Wie sehr dann noch die Künstliche Intelligenz dem White-Collar-Worker den Rest geben wird, steht noch aus. Einstweilen wären wir vielleicht schon froh, wenn wir zwischen Bügelbrett und E-Mail-Fluten eine vernünftige Form der Zusammenarbeit im Homeoffice finden könnten. Da liegt noch ungemein viel im Argen, was auch eine Studie unseres Kunden Workfront aus dem Jahr 2019 zeigt: Die Deutschen verwenden lediglich 45 Prozent ihrer Arbeitszeit für ihre Kernaufgaben. Den Rest verbringen sie mit übermäßiger E-Mail-Korrespondenz und unproduktiven Besprechungen, hinzukommen fehlende Standardprozesse und mangelnde Zusammenarbeit.

Workfront kommt eher aus der Projektmanagementecke. Daneben ist der Markt für Collaboration Tools oder Social Software sehr zersplittert. Die Idee einer guten Collaboration Software ist die effektive Zusammenarbeit von Abteilungen oder Projektgruppen, ja der ganzen Firma. Wissens- und Projektmanagement, Kommunikation via Messaging und Video, Abspeichern und Finden von Dokumenten und Dateien unter derselben Benutzeroberfläche in ganz verschiedenen Formaten sollte damit reibungslos funktionieren.
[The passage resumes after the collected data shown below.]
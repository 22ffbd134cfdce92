"""One shape drawn by its plugin and put in its place."""

from __future__ import annotations

from collections.abc import Mapping
from dataclasses import dataclass
from typing import Any

from membrane.errors import OutlineError
from membrane.kernel import Kernel
from membrane.plugins import load
from membrane.records.outline import Drawing
from membrane.records.study import Shape


@dataclass(frozen=True)
class Placed:
    """A drawn shape.

    face : its kernel surface
    edges : edge name -> loose copies of its curves, which later cuts leave whole
    notes : what the plugin has to say about the shape
    """

    face: int
    edges: Mapping[str, tuple[int, ...]]
    notes: tuple[str, ...] = ()


def place(kernel: Kernel, shape: Shape) -> Placed:
    """Draw a shape, turn it about its own origin, and shift it."""
    drawing = _drawing(kernel, shape)
    face = _tag(drawing.surface, 2, shape.plugin)
    edges = {}
    for name, drawn in drawing.edges.items():
        curves = [_tag(curve, 1, shape.plugin) for curve in drawn] or kernel.border(face)
        edges[name] = tuple(kernel.copies(curves))
    loose = [curve for curves in edges.values() for curve in curves]
    kernel.place(face, loose, shape.rotate, shape.at)
    return Placed(face, edges, drawing.notes)


def _drawing(kernel: Kernel, shape: Shape) -> Drawing:
    """What the plugin draws, once it is known to be a drawing with the edges it promised."""
    module = load("outline", shape.plugin)
    try:
        drawing = module.build(kernel.geometry, shape.options)
    except Exception as failure:  # a plugin's code may raise anything at all
        raise OutlineError(
            f"The shape {shape.plugin} cannot be drawn ({type(failure).__name__}: {failure}); "
            "repair its build function or change its keys."
        ) from failure
    if not isinstance(drawing, Drawing):
        raise OutlineError(f"The shape {shape.plugin} must return a Drawing from build.")
    promised, drawn = tuple(module.edges(shape.options)), tuple(drawing.edges)
    if set(promised) != set(drawn):
        raise OutlineError(
            f"The shape {shape.plugin} draws the edges {', '.join(drawn)} but its function "
            f"edges names {', '.join(promised)}; make them agree."
        )
    return drawing


def _tag(drawn: Any, dim: int, plugin: str) -> int:
    """The kernel's tag of a pygmsh entity."""
    found, tag = getattr(drawn, "dim_tag", (None, 0))
    if found != dim:
        kind = "surface" if dim == 2 else "curve"
        raise OutlineError(f"The shape {plugin} hands back something that is not a {kind}.")
    return int(tag)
Im Grunde bräuchten wir eine Art Facebook oder Instagram für die Firma. Viele denken dabei an Microsoft Teams, das auch wir in der Agentur einsetzen. Tatsächlich leistet Teams für uns auf der kommunikativen Seite gute Dienste. Doch ansonsten ist die Benutzeroberfläche eher ein wenig widerspenstig, die Integration mit Office 365 nicht wirklich vorhanden und selbst das Teilen von Kalendern stellt sich als komplizierter heraus, als wir zuvor glaubten.  Teams ist nicht Insta – einstweilen kämpfe ich weiter meinen einsamen Kampf mit genauen E-Mail-Betreffs und zuhause ziehe ich meine ungebügelten Hemden über den stummen Diener straff und bin meiner Frau wirklich sehr dankbar, dass sie uns das Essen kocht.